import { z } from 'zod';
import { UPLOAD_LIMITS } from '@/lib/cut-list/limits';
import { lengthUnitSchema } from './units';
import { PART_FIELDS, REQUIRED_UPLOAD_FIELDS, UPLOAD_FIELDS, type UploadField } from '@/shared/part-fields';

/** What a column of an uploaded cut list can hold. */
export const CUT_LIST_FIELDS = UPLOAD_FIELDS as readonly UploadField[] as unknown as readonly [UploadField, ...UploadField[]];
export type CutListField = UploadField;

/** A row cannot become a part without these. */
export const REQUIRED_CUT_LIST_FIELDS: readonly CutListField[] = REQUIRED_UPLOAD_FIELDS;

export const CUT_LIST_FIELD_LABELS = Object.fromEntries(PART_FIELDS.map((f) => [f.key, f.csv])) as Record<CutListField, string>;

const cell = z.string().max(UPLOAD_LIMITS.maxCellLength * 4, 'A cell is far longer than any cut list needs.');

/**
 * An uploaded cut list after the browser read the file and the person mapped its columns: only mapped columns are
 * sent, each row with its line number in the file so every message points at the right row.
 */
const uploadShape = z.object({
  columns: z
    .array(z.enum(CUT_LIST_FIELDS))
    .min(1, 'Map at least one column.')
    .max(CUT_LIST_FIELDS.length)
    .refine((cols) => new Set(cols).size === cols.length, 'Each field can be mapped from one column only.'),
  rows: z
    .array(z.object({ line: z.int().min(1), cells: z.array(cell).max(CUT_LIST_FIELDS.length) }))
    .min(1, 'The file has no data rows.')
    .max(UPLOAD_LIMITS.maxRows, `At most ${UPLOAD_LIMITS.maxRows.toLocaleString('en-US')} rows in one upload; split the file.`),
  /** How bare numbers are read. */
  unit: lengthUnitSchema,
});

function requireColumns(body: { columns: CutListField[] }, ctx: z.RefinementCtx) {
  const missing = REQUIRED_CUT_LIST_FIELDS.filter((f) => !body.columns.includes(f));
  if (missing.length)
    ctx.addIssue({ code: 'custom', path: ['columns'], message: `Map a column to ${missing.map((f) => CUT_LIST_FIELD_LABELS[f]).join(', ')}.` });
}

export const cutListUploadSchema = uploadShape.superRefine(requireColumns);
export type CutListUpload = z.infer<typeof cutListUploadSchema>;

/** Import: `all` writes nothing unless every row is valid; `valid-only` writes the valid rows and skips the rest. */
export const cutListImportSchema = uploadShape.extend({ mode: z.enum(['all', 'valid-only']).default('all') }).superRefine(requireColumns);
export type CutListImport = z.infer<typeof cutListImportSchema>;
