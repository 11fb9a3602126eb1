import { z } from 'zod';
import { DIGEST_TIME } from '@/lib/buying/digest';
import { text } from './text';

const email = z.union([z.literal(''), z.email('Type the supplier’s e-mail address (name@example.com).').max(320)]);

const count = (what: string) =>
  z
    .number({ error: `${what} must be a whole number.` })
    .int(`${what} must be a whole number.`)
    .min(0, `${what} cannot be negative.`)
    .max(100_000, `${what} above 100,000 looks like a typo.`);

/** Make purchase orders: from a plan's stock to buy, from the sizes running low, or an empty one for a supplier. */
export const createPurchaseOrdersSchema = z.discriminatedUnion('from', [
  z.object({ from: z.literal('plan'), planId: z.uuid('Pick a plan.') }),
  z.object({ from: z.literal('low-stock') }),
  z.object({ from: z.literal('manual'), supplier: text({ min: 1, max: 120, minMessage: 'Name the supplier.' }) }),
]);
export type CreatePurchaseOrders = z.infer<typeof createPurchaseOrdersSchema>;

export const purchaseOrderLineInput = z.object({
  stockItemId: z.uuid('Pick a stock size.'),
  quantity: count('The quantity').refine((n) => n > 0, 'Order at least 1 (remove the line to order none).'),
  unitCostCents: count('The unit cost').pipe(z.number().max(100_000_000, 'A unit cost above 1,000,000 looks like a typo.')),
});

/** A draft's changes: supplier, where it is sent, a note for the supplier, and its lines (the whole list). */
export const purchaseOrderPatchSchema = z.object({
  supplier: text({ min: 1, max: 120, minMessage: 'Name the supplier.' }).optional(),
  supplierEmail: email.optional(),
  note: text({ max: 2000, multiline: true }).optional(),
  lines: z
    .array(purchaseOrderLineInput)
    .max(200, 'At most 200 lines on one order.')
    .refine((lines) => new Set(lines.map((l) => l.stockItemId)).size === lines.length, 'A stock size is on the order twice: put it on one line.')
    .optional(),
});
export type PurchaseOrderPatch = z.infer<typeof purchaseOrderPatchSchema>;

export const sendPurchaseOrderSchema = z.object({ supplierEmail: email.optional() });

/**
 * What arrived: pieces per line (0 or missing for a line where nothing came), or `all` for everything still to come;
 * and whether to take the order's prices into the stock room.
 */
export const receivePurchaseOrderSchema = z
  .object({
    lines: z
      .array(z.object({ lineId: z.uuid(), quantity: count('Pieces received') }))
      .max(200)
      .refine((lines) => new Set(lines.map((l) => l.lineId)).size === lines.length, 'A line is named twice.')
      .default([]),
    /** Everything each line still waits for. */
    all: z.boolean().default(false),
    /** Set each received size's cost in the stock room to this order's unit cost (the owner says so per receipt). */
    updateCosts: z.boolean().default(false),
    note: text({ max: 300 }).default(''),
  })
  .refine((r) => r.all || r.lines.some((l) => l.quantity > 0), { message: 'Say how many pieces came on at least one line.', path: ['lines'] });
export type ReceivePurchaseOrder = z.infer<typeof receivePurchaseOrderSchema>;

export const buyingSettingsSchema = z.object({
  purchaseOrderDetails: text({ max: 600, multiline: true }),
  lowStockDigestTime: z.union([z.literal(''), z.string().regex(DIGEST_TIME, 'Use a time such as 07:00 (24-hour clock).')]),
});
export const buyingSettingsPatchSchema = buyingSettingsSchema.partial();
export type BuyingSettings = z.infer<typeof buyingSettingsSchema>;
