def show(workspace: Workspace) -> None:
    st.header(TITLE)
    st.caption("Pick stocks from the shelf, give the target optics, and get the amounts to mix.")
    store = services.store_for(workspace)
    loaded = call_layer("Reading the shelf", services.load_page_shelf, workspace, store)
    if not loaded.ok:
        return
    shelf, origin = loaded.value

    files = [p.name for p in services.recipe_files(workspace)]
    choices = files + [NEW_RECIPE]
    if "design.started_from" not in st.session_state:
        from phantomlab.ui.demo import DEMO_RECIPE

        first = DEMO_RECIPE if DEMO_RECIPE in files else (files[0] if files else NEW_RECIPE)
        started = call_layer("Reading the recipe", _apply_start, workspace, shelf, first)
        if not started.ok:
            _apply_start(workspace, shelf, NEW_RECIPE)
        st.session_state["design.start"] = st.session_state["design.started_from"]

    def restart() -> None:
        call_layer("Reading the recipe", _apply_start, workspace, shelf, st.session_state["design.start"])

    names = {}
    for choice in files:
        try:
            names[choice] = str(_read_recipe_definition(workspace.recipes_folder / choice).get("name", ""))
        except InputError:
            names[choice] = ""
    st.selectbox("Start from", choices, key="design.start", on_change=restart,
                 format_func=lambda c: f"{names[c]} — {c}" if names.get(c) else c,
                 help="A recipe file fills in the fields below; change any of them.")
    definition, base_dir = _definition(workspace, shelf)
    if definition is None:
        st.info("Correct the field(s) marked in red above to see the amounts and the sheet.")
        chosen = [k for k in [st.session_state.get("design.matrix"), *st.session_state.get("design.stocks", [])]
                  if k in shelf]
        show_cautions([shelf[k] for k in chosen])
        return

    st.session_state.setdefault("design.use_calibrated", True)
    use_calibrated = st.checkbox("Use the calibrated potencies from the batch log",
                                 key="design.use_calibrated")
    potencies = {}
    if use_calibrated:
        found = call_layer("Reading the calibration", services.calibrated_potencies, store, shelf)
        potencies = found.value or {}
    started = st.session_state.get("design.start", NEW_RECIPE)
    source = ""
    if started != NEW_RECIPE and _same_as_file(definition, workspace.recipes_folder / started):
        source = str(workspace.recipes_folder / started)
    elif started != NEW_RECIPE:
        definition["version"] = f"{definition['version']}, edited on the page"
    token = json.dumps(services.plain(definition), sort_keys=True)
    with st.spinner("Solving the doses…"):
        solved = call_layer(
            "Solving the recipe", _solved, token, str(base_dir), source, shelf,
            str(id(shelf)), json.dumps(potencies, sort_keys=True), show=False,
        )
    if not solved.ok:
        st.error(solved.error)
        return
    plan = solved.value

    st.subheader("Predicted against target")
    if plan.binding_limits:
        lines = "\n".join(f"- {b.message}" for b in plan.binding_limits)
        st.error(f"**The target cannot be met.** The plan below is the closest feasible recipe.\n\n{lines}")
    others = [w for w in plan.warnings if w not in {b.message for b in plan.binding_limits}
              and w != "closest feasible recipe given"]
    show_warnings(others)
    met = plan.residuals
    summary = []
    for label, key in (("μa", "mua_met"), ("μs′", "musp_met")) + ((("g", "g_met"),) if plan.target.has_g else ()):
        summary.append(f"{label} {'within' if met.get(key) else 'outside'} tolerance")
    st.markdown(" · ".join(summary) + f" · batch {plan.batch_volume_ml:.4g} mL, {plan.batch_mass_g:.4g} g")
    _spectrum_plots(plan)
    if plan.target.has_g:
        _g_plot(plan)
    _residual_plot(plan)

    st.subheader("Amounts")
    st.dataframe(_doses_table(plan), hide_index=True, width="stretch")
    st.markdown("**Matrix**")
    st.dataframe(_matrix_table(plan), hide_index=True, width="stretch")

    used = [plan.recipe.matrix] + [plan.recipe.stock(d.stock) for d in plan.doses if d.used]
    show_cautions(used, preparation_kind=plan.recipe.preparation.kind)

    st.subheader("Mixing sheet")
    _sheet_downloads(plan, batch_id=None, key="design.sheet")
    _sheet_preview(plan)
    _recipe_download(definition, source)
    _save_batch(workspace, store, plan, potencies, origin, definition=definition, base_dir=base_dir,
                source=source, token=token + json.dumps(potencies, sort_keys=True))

========================================

• [Brief] Could you restate word for word the lines above from the one containing "600, multiline: true" through the one containing "from phantomlab.ui.demo import", both included, and nothing else?

• [Answer section]
  purchaseOrderDetails: text({ max: 600, multiline: true }),
  lowStockDigestTime: z.union([z.literal(''), z.string().regex(DIGEST_TIME, 'Use a time such as 07:00 (24-hour clock).')]),
});
export const buyingSettingsPatchSchema = buyingSettingsSchema.partial();
export type BuyingSettings = z.infer<typeof buyingSettingsSchema>;
def show(workspace: Workspace) -> None:
    st.header(TITLE)
    st.caption("Pick stocks from the shelf, give the target optics, and get the amounts to mix.")
    store = services.store_for(workspace)
    loaded = call_layer("Reading the shelf", services.load_page_shelf, workspace, store)
    if not loaded.ok:
        return
    shelf, origin = loaded.value

    files = [p.name for p in services.recipe_files(workspace)]
    choices = files + [NEW_RECIPE]
    if "design.started_from" not in st.session_state:
        from phantomlab.ui.demo import DEMO_RECIPE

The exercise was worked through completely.